(Saved entries)
========

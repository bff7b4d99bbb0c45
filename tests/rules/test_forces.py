"""Nominal test forces against the standards' tables."""

import numpy as np
import pytest
from numpy.testing import assert_allclose

from coldwork.rules.forces import HBW, HK, HV, force_labels, force_not_nominal, nominal_force

# Forces in N as ISO 6507-1 prints them, to four figures (from memory; each is also its kgf
# times 9.80665).
PRINTED = {
    "HV0.01": 0.09807,
    "HV0.1": 0.9807,
    "HV0.2": 1.961,
    "HV0.3": 2.942,
    "HV0.5": 4.903,
    "HV1": 9.807,
    "HV2": 19.61,
    "HV3": 29.42,
    "HV5": 49.03,
    "HV10": 98.07,
    "HV20": 196.1,
    "HV30": 294.2,
    "HV50": 490.3,
    "HV100": 980.7,
}


def codes(scale: int, n: int = 1) -> np.ndarray[tuple[int], np.dtype[np.int8]]:
    return np.full(n, scale, dtype=np.int8)


@pytest.mark.parametrize(("label", "force"), PRINTED.items())
def test_a_printed_vickers_force_is_nominal_and_named(label: str, force: float) -> None:
    scale, ball = codes(HV), np.array([np.nan])
    nominal = nominal_force(scale, np.array([force]), ball)
    assert_allclose(nominal, force, rtol=3e-4)  # four printed figures
    assert force_labels(scale, nominal, ball).to_pylist() == [label]
    fired, value = force_not_nominal(scale, np.array([force]), ball)
    assert not fired[0]
    assert abs(value[0]) < 3e-4


@pytest.mark.parametrize(
    ("ball_mm", "force", "label"),
    [
        # ISO 6506-1, table of test conditions (from memory): 0.102 F/D2 of 30, 10, 30, 30, 2.5.
        (10.0, 29420.0, "HBW 10/3000"),
        (10.0, 9807.0, "HBW 10/1000"),
        (5.0, 7355.0, "HBW 5/750"),
        (2.5, 1839.0, "HBW 2.5/187.5"),
        (10.0, 2452.0, "HBW 10/250"),
        # 210 HBW 5/250: 250 kgf are 2.452 kN.
        (5.0, 2452.0, "HBW 5/250"),
        (1.0, 294.2, "HBW 1/30"),
    ],
)
def test_a_brinell_force_goes_with_the_square_of_the_ball(
    ball_mm: float, force: float, label: str
) -> None:
    scale, f, ball = codes(HBW), np.array([force]), np.array([ball_mm * 1e-3])
    nominal = nominal_force(scale, f, ball)
    assert force_labels(scale, nominal, ball).to_pylist() == [label]
    assert not force_not_nominal(scale, f, ball)[0][0]


def test_knoop_forces_are_those_of_its_own_table() -> None:
    # ISO 4545-1 (from memory): HK0.1 is 0.9807 N; there is no HK0.015 as there is an HV0.015.
    force, ball = np.array([0.9807, 0.015 * 9.80665]), np.full(2, np.nan)
    labels = force_labels(codes(HK, 2), nominal_force(codes(HK, 2), force, ball), ball)
    assert labels.to_pylist() == ["HK0.1", "HK0.015"]
    assert force_not_nominal(codes(HK, 2), force, ball)[0].tolist() == [False, True]
    assert force_not_nominal(codes(HV, 2), force, ball)[0].tolist() == [False, False]


@pytest.mark.parametrize(
    ("force", "fired"), [(98.07, False), (98.98, False), (99.2, True), (97.2, False), (97.0, True)]
)
def test_a_force_may_be_one_per_cent_off(force: float, fired: bool) -> None:
    found, value = force_not_nominal(codes(HV), np.array([force]), np.array([np.nan]))
    assert found[0] == fired
    assert_allclose(value, force / 98.0665 - 1.0, rtol=0.0, atol=1e-15)


def test_a_force_in_the_wrong_unit_fires() -> None:
    # 10 kgf written into a column of newtons is near no force of the table but HV1.
    fired, _ = force_not_nominal(codes(HV), np.array([10.0]), np.array([np.nan]))
    assert fired[0]


def test_an_odd_force_keeps_its_own_name_and_stays_one_group() -> None:
    force, ball = np.array([70.0, 70.04, 95.0]), np.full(3, np.nan)
    nominal = nominal_force(codes(HV, 3), force, ball)
    assert nominal[0] == nominal[1]
    assert force_labels(codes(HV, 3), nominal, ball).to_pylist() == ["HV7.1", "HV7.1", "HV10"]
    assert force_not_nominal(codes(HV, 3), force, ball)[0].all()


def test_what_is_missing_has_no_nominal_force_and_no_name() -> None:
    scale = np.array([HV, HBW, -1, HBW], dtype=np.int8)
    force = np.array([np.nan, 7355.0, 98.07, 7355.0])
    ball = np.array([np.nan, np.nan, np.nan, 5e-3])
    nominal = nominal_force(scale, force, ball)
    assert np.isnan(nominal).tolist() == [True, True, True, False]
    assert force_labels(scale, nominal, ball).to_pylist() == [None, None, None, "HBW 5/750"]
    assert force_not_nominal(scale, force, ball)[0].tolist() == [False] * 4


def test_no_readings_have_no_names() -> None:
    none = np.empty(0)
    assert len(force_labels(np.empty(0, dtype=np.int8), none, none)) == 0


def test_names_of_many_coupons_of_two_scales() -> None:
    n = 200_000
    scale = np.tile(np.array([HV, HBW], dtype=np.int8), n // 2)
    force = np.where(scale == HV, 98.0665, 7354.9875)
    labels = force_labels(scale, force, np.full(n, 5e-3))
    assert labels.slice(n - 2).to_pylist() == ["HV10", "HBW 5/750"]
    assert len(labels.unique()) == 2
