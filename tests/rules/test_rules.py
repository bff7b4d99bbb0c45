"""The list of rules: names, order, and what each says of itself."""

import re
from typing import Final

import pytest

from coldwork import contracts
from coldwork.rules import REASONS, RULES, Level, Reason, Rule
from coldwork.rules import coupon as rules

ID: Final = re.compile(r"[a-z0-9]+(-[a-z0-9]+)*")


def by_id(rule: Rule | Reason) -> str:
    return rule.id


def test_errors_stand_first_then_warnings_then_information() -> None:
    ranks = [list(Level).index(rule.level) for rule in RULES]
    assert ranks == sorted(ranks)
    assert [level.value for level in Level] == ["error", "warning", "information"]


@pytest.mark.parametrize("listed", [RULES, REASONS], ids=["rules", "reasons"])
def test_names_are_words_joined_by_hyphens_and_stand_once(
    listed: tuple[Rule | Reason, ...],
) -> None:
    names = [one.id for one in listed]
    assert len(set(names)) == len(names)
    assert all(ID.fullmatch(name) for name in names)


@pytest.mark.parametrize("rule", RULES, ids=by_id)
def test_a_rule_says_what_it_found_where_that_comes_from_and_why(rule: Rule) -> None:
    assert rule.statement
    assert not rule.statement.endswith(".")
    assert rule.source
    assert rule.reason.endswith(".")
    assert rule.reason[0].isupper()


@pytest.mark.parametrize("reason", REASONS, ids=by_id)
def test_a_reason_says_what_it_found_and_how_to_mend_it(reason: Reason) -> None:
    assert reason.statement
    assert reason.hint
    assert reason.source
    assert not reason.statement.endswith(".")
    assert not reason.hint.endswith(".")


@pytest.mark.parametrize("rule", RULES, ids=by_id)
def test_errors_name_what_they_empty_and_nothing_else_empties(rule: Rule) -> None:
    # The agreed meaning of an error: it names the quantities that it empties.
    assert bool(rule.empties) == (rule.level is Level.ERROR)
    assert set(rule.empties) <= set(contracts.load("out/coupons").columns)
    assert len(set(rule.empties)) == len(rule.empties)


@pytest.mark.parametrize("rule", RULES, ids=by_id)
def test_a_limit_has_a_unit_and_a_range_runs_upwards(rule: Rule) -> None:
    if rule.limit is not None:
        assert rule.unit is not None
    if rule.upper is not None:
        assert rule.limit is not None
        assert rule.limit < rule.upper


# What hangs on what, by the order of the relations: a stored energy is density times line
# energy, a density comes from a stress, a stress from a hardness.
CHAIN: Final = (
    "hardness",
    "flow_stress_mpa",
    "dislocation_stress_mpa",
    "dislocation_density_per_m2",
    "line_energy_j_per_m",
    "stored_energy_j_per_m3",
    "stored_energy_j_per_g",
    "temperature_rise_k",
)


@pytest.mark.parametrize("rule", [r for r in RULES if r.empties], ids=by_id)
def test_an_emptied_quantity_takes_all_that_follow_from_it_along(rule: Rule) -> None:
    emptied = [name in rule.empties for name in CHAIN]
    assert emptied == sorted(emptied)


def test_below_what_metals_hold_the_interval_still_stands() -> None:
    assert [rule for rule in RULES if rule.ends_stay] == [rules.DENSITY_TOO_LOW]
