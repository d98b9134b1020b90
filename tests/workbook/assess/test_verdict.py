"""Verdicts by ability, limits unconfirmed and limits unused."""

from pathlib import Path

import pytest

from throughfault.declare import Check, Limit
from throughfault.workbook.assess.verdict import conclude
from throughfault.workbook.inputs import read_unit_text

T1 = (Path(__file__).parents[3] / "example_reviews" / "BV-T1" / "unit.toml").read_text(encoding="utf-8")


def check(value, provenance="recalled", ability="thermal", name="thermal.HV.temperature"):
    return Check(name, value, "degC", Limit(250.0, "degC", "at most", "a clause", provenance), ability)


@pytest.mark.parametrize(
    ("value", "thermal", "overall"),
    [
        (200.0, "withstands", "not assessed"),
        (300.0, "does not withstand", "does not withstand"),
        (None, "not assessed", "not assessed"),
    ],
)
def test_dynamic_ability_needs_a_route(value, thermal, overall):
    """Without a route dynamic ability is not assessed, and the overall verdict is the worst."""
    made = conclude(read_unit_text(T1), [check(value)])
    assert made.verdicts == {"thermal": thermal, "dynamic": "not assessed", "overall": overall}
    assert made.route == "none complete"
    assert [missing.keys for missing in made.fragment.missing] == [("design",)]
    assert made.entry()["verdicts"] == made.verdicts


def test_apparatus_alone_does_not_make_a_route():
    """Checks of apparatus within their limits leave dynamic ability not assessed; one beyond decides."""
    within = conclude(read_unit_text(T1), [check(1.0, "maker", "dynamic", "apparatus.tap_changer.peak_current")])
    beyond = conclude(read_unit_text(T1), [check(300.0, "maker", "dynamic", "apparatus.tap_changer.peak_current")])
    assert within.verdicts["dynamic"] == "not assessed"
    assert beyond.verdicts["dynamic"] == "does not withstand"


def test_a_recalled_limit_that_decides_is_a_blocking_point():
    """Each recalled limit that carries a verdict is named, and only those."""
    made = conclude(read_unit_text(T1), [check(200.0), check(200.0, "signatory", name="thermal.LV.temperature")])
    assert [c.id for c in made.unconfirmed] == ["thermal.HV.temperature"]
    (point,) = made.fragment.open_points
    assert point.blocking
    assert point.text == (
        "thermal.HV.temperature: a recalled limit carries the verdict; a signatory must confirm it from a licensed copy"
    )


def test_a_limit_no_check_takes_is_told():
    """A signatory's limit under an id that no check has is an open point with the nearest id."""
    more = '\n[limits]\n"thermal.LV.temperature" = { value = "240 degC", source = "a licensed copy" }\n'
    unit = read_unit_text(T1 + more)
    points = conclude(unit, [check(200.0, "maker")]).fragment.open_points
    assert [point.text for point in points] == [
        "limits.'thermal.LV.temperature': no check of this review takes this limit (did you mean 'thermal.HV.temperature'?)"
    ]


def test_design_data_are_not_passed_over_in_silence():
    """Where design data are given, the reason says that nothing is calculated from them."""
    whole = (Path(__file__).parents[1] / "inputs" / "whole.toml").read_text(encoding="utf-8")
    (missing,) = conclude(read_unit_text(whole), [check(200.0, "maker")]).fragment.missing
    assert missing.reason == (
        "design data are given, and this version of the kit does not calculate forces and strength from them"
    )
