def test_apparatus_limits_are_replaced_by_a_signatory():
    """A figure under [limits] decides, and the one of the unit file is kept beside it."""
    more = '[bushings.LV]\nshort_time_current = "5 kA"\nduration = "1 s"\npeak_current = "20 kA"\n'
    more += '[limits]\n"apparatus.bushings.LV.short_time_current" = { value = "6.5 kA", source = "type test report" }\n'
    unit = make(more=more, system="x_over_r = 10.0")
    checks = {check.id: check.entry() for check in duty_of(unit).fragment.checks}
    replaced = checks["apparatus.bushings.LV.short_time_current"]
    assert (replaced["limit"], replaced["limit_provenance"]) == (6.5, "signatory")
    assert replaced["kit_limit"]["value"] == pytest.approx(5.0 / math.sqrt(2.0))
    assert checks["apparatus.bushings.LV.peak_current"]["verdict"] == "within"
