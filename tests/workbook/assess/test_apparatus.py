"""Apparatus in the current's way against what it is proven for."""

import math
from dataclasses import dataclass
from pathlib import Path

import pytest

from throughfault.workbook.assess.apparatus import apparatus_checks
from throughfault.workbook.assess.rules import rules_for
from throughfault.workbook.inputs import read_unit_text

T1 = (Path(__file__).parents[3] / "example_reviews" / "BV-T1" / "unit.toml").read_text(encoding="utf-8")
TAPPED = 'conductor_section = "135 mm^2"\n'
CHANGER = '\n[tap_changer]\nshort_time_current = "6 kA"\nduration = "2 s"\npeak_current = "15 kA"\n'


@dataclass(frozen=True)
class Current:
    """Currents of one winding in kA."""

    symmetrical: float | None
    peak: float | None
    symmetrical_case: str | None = None
    peak_case: str | None = None


def checks(text, **windings):
    unit = read_unit_text(text)
    made = apparatus_checks(unit, rules_for(unit), windings, {}, {})
    return {check.id.removeprefix("apparatus."): check for check in made if "tap_changer" in check.id}


def both_tapped():
    start = T1.index("\n[tap_changer]")
    text = T1[:start] + CHANGER
    assert text.count(TAPPED) == 1
    return text.replace(TAPPED, TAPPED + 'tappings = { principal = "33 kV" }\n')


def test_the_tap_changer_is_checked_for_every_tapped_winding():
    """The largest current among the windings with tappings is held against it, with its own case."""
    found = checks(both_tapped(), HV=Current(1.0, 2.0, "a", "b"), LV=Current(7.0, 14.0, "c", "d"))
    current, peak = found["tap_changer.short_time_current"], found["tap_changer.peak_current"]
    assert (current.value, current.governing_case, current.verdict) == (7.0, "c", "exceeds")
    assert (peak.value, peak.governing_case, peak.verdict) == (14.0, "d", "within")


def test_the_duration_is_that_of_the_winding():
    """A smaller current may try the tap changer more when it flows for longer."""
    text = both_tapped().replace(TAPPED, TAPPED + 'fault_duration = "8 s"\n')
    check = checks(text, HV=Current(4.0, 1.0, "a"), LV=Current(3.5, 1.0, "c"))["tap_changer.short_time_current"]
    assert (check.value, check.governing_case) == (3.5, "c")
    assert check.limit.value == pytest.approx(6.0 * math.sqrt(2.0 / 8.0))
    assert check.verdict == "exceeds"


@pytest.mark.parametrize(("known", "verdict"), [(1.0, "not assessed"), (60.0, "exceeds")])
def test_a_current_that_is_not_known_is_not_passed_over(known, verdict):
    """One winding without a result leaves the check not assessed, unless another one exceeds already."""
    found = checks(both_tapped(), HV=Current(None, None), LV=Current(known, known))
    assert {check.verdict for check in found.values()} == {verdict}


def test_a_longer_fault_says_that_the_limit_is_derived():
    """The maker's figure stands as it is for a fault no longer than proven; rescaled it is derived and says so."""
    plain = checks(both_tapped(), HV=Current(1.0, 1.0), LV=Current(0.5, 1.0))["tap_changer.short_time_current"]
    assert (plain.limit.source, plain.limit.provenance) == ("unit file, tap_changer.short_time_current", "maker")
    shorter = both_tapped().replace('duration = "2 s"\npeak', 'duration = "1 s"\npeak')
    check = checks(shorter, HV=Current(1.0, 1.0), LV=Current(0.5, 1.0))["tap_changer.short_time_current"]
    assert check.limit.value == pytest.approx(6.0 / math.sqrt(2.0))
    assert check.limit.source == ("unit file, tap_changer.short_time_current, heat integral kept for the longer fault")
    assert check.limit.provenance == "derived"
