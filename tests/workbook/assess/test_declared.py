"""Declared values against calculated ones."""

import pytest
from hypothesis import given
from hypothesis import strategies as st

from throughfault.declare import Outcome
from throughfault.quantities import parse
from throughfault.workbook.assess.declared import assess_declared, half_last_digit


@pytest.mark.parametrize(
    ("text", "half"),
    [
        ("8.0 kA", 0.05),
        ("13 kA", 0.5),
        ("1.50e3 A", 5.0),
        ("2e-3 kA", 0.0005),
        ("-4.25 kA", 0.005),
        ("7. kA", 0.5),
        (".25 kA", 0.005),
        (2.2, 0.05),
    ],
)
def test_half_of_the_last_digit_typed(text, half):
    """The digits as typed say how exactly a value is declared."""
    assert half_last_digit(text) == pytest.approx(half)


def found(value):
    return {"duty.LV.peak": Outcome("duty.LV.peak", value, "kA", "i", "cell", "source", "derived")}


def compare(text, value):
    return assess_declared({"duty.LV.peak": parse(text, "kA")}, {"duty.LV.peak": text}, found(value))


def test_a_value_that_rounds_to_the_declared_one_agrees():
    """Agreement is judged by the digits as typed."""
    assert compare("8.0 kA", 8.04).open_points == ()
    assert compare("8000 A", 8.0004).open_points == ()


def test_what_agrees_leaves_its_trace():
    """Declared value and deviation are results, in the unit of the calculated one, whether they agree or not."""
    found = {o.id: o for o in compare("8000 A", 8.0004).quantities}
    assert list(found) == ["declared.duty.LV.peak", "declared.duty.LV.peak.deviation"]
    value, deviation = found.values()
    assert (value.value, value.unit, value.provenance) == (pytest.approx(8.0), "kA", "maker")
    assert (value.symbol, value.cell, value.source) == ("", "", "unit file, declared")
    assert (deviation.value, deviation.unit, deviation.provenance) == (pytest.approx(0.005), "%", "derived")
    assert [o.value for o in compare("8.0 kA", 8.4).quantities] == pytest.approx([8.0, 5.0])


def test_against_a_declared_zero_there_is_no_deviation():
    """Nothing is so many per cent above zero."""
    assert [o.id for o in compare("0.0 kA", 8.4).quantities] == ["declared.duty.LV.peak"]


def test_a_value_of_another_kind_is_missing():
    """A declared value that cannot be compared with the result of its id is named, not compared."""
    outcome = {"duty.LV.x_over_r": Outcome("duty.LV.x_over_r", 20.0, "1", "x", "cell", "source", "derived")}
    fragment = assess_declared({"duty.LV.x_over_r": parse("12 kA", "kA")}, {"duty.LV.x_over_r": "12 kA"}, outcome)
    assert fragment.quantities == ()
    assert [missing.reason for missing in fragment.missing] == ["the review's result is in 1, which this value is not"]


def test_a_difference_is_an_open_point_with_both_values():
    """A value that does not round to the declared one is named with its deviation."""
    (point,) = compare("8.0 kA", 8.4).open_points
    assert point.id == "declared.duty.LV.peak"
    assert point.values["deviation"].value == pytest.approx(5.0)
    assert not point.blocking


def test_a_declared_zero_is_compared_too():
    """A declared zero against something is a difference."""
    assert len(compare("0.0 kA", 8.4).open_points) == 1


def test_what_the_review_does_not_give_is_missing():
    """A declared id without a result is named."""
    fragment = assess_declared({"force.LV.radial": parse("9 MN", "kN")}, {"force.LV.radial": "9 MN"}, found(1.0))
    assert [missing.id for missing in fragment.missing] == ["declared.force.LV.radial"]


@given(st.integers(1, 9999), st.integers(0, 3))
def test_a_value_agrees_with_its_own_rounding(digits, decimals):
    """Whatever is declared to some digits agrees with itself."""
    text = f"{digits / 10**decimals:.{decimals}f} kA"
    assert compare(text, parse(text, "kA").value).open_points == ()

========

WORK TO BE COMPLETED:
A single number is the whole answer: the tally of lines in the entries that hold "degC".

ANSWER SECTION:
2